Task description |
Take the lines below from the first through the one that contains "pub const MIN_POINTS: usize = 4;" and copy them exactly.

Stored data entries
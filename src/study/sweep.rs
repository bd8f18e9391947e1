//! Sweeps in the study file: curves per mesh (for example a cavitation sweep of decreasing σ
//! at fixed duty), given inline or as CSV files beside the study, optionally as raw solver
//! monitors from which head, efficiency, NPSH and σ are derived.

use super::num::{Finite, NonNegativeOrPercent};
use super::StudyError;
use crate::machine::{self, Mode, RawPoint};
use crate::sweep::{DropRule, Interpolation, Persistence, ReferenceKind};
use indexmap::IndexMap;
use serde::de::{self, Deserializer, MapAccess, SeqAccess, Visitor};
use serde::Deserialize;
use std::fmt;
use std::path::{Path, PathBuf};

/// Raw columns a sweep with `mode` gives per point (contract names, SI units).
pub const RAW_COLUMNS: [&str; 6] = [
    "inlet_total_pressure",
    "outlet_total_pressure",
    "flow",
    "torque",
    "speed",
    "temperature",
];

/// Columns derived from the raw columns.
pub const DERIVED_COLUMNS: [&str; 4] = ["head", "efficiency", "npsh", "sigma"];

/// Fewest points a sweep must have on each mesh.
pub const MIN_POINTS: usize = 4;

/// Most points read for one sweep on one mesh (a refusal, not a truncation).
pub const MAX_POINTS: usize = 1_000_000;

/// One sweep as written.
#[derive(Debug, Deserialize, schemars::JsonSchema)]
#[serde(deny_unknown_fields)]
pub struct RawSweep {
    /// Name of the abscissa column (for example `sigma`).
    pub x: String,
    /// Response columns.
    pub responses: Vec<String>,
    /// Interpolation between points.
    #[serde(default)]
    pub interpolation: Option<Interpolation>,
    /// Machine mode; when given, the data are raw monitors and head, efficiency, NPSH and σ
    /// are derived.
    #[serde(default)]
    pub mode: Option<Mode>,
    /// Per mesh: a CSV file or inline columns.
    pub data: IndexMap<String, RawSweepData>,
    /// Breakdown definitions.
    #[serde(default)]
    pub breakdown: Vec<RawBreakdown>,
    /// Uncertainty band along a response curve.
    #[serde(default)]
    pub band: Option<RawBand>,
    /// The separator of the CSV files (default: detected).
    #[serde(default)]
    pub separator: Option<crate::tabular::Separator>,
    /// The decimal mark of the CSV files (default: detected).
    #[serde(default)]
    pub decimal: Option<crate::tabular::Decimal>,
    /// Where each column the sweep reads comes from, and its scale.
    #[serde(default)]
    pub mapping: IndexMap<String, super::raw::RawColumn>,
    /// With `mode`: the pressure columns are gauge pressures, and this absolute pressure (Pa)
    /// is added to each.
    #[serde(default)]
    pub ambient_pressure: Option<super::num::Positive>,
    /// How the meshes' `history` files are read: the iteration or time column they are joined
    /// on, and the reduction of every operating point.
    #[serde(default)]
    pub history_reading: Option<RawSweepHistory>,
}

/// How a sweep's monitor histories are read.
#[derive(Debug, Deserialize, schemars::JsonSchema)]
#[serde(deny_unknown_fields)]
pub struct RawSweepHistory {
    /// The iteration or time column (required: the columns are joined on it).
    pub abscissa: super::raw::HistoryColumn,
    /// Which figure of each point is its value (default `mean` of the steady part).
    #[serde(default)]
    pub reduce: Option<super::raw::RawReduction>,
    /// Batches of the batch-means estimate (default 20).
    #[serde(default)]
    pub batches: Option<usize>,
    /// The share of each point that is its final window (default 0.1).
    #[serde(default)]
    pub final_share: Option<f64>,
}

Exercise response |
filename src/study/sweep.rs
repository bd8f18e9391947e1
//! Sweeps in the study file: curves per mesh (for example a cavitation sweep of decreasing σ
//! at fixed duty), given inline or as CSV files beside the study, optionally as raw solver
//! monitors from which head, efficiency, NPSH and σ are derived.

use super::num::{Finite, NonNegativeOrPercent};
use super::StudyError;
use crate::machine::{self, Mode, RawPoint};
use crate::sweep::{DropRule, Interpolation, Persistence, ReferenceKind};
use indexmap::IndexMap;
use serde::de::{self, Deserializer, MapAccess, SeqAccess, Visitor};
use serde::Deserialize;
use std::fmt;
use std::path::{Path, PathBuf};

/// Raw columns a sweep with `mode` gives per point (contract names, SI units).
pub const RAW_COLUMNS: [&str; 6] = [
    "inlet_total_pressure",
    "outlet_total_pressure",
    "flow",
    "torque",
    "speed",
    "temperature",
];

/// Columns derived from the raw columns.
pub const DERIVED_COLUMNS: [&str; 4] = ["head", "efficiency", "npsh", "sigma"];

/// Fewest points a sweep must have on each mesh.
pub const MIN_POINTS: usize = 4;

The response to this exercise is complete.